◆ **AIM OF THE EXERCISE**: Read the records below. Copy each line where the string "AFTER" occurs.

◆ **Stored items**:
§

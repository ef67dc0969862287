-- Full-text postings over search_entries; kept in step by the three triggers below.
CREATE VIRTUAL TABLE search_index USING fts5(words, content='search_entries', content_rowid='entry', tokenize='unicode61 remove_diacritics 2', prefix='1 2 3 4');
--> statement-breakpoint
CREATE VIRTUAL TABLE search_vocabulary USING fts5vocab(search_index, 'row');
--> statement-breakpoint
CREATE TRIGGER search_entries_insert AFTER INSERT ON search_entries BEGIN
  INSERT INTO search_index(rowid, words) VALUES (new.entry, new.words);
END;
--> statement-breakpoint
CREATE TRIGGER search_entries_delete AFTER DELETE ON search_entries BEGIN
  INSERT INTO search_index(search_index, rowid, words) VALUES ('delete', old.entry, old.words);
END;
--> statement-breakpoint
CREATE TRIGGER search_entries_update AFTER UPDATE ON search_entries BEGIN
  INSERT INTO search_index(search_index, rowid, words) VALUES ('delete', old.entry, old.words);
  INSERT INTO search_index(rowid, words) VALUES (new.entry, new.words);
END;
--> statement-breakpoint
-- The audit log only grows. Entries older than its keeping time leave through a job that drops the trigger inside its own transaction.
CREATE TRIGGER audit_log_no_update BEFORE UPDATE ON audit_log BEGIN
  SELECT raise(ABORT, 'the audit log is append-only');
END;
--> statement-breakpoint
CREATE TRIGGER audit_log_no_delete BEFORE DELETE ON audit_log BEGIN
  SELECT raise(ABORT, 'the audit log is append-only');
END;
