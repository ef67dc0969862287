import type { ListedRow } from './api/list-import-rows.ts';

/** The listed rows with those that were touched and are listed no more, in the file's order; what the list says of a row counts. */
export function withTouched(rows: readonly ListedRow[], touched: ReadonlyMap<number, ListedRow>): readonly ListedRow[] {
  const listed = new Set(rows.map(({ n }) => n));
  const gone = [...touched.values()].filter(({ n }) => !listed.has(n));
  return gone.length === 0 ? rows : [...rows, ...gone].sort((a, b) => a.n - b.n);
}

§

◆ **ANSWER SECTION**:
CREATE TRIGGER search_entries_insert AFTER INSERT ON search_entries BEGIN
CREATE TRIGGER search_entries_delete AFTER DELETE ON search_entries BEGIN
CREATE TRIGGER search_entries_update AFTER UPDATE ON search_entries BEGIN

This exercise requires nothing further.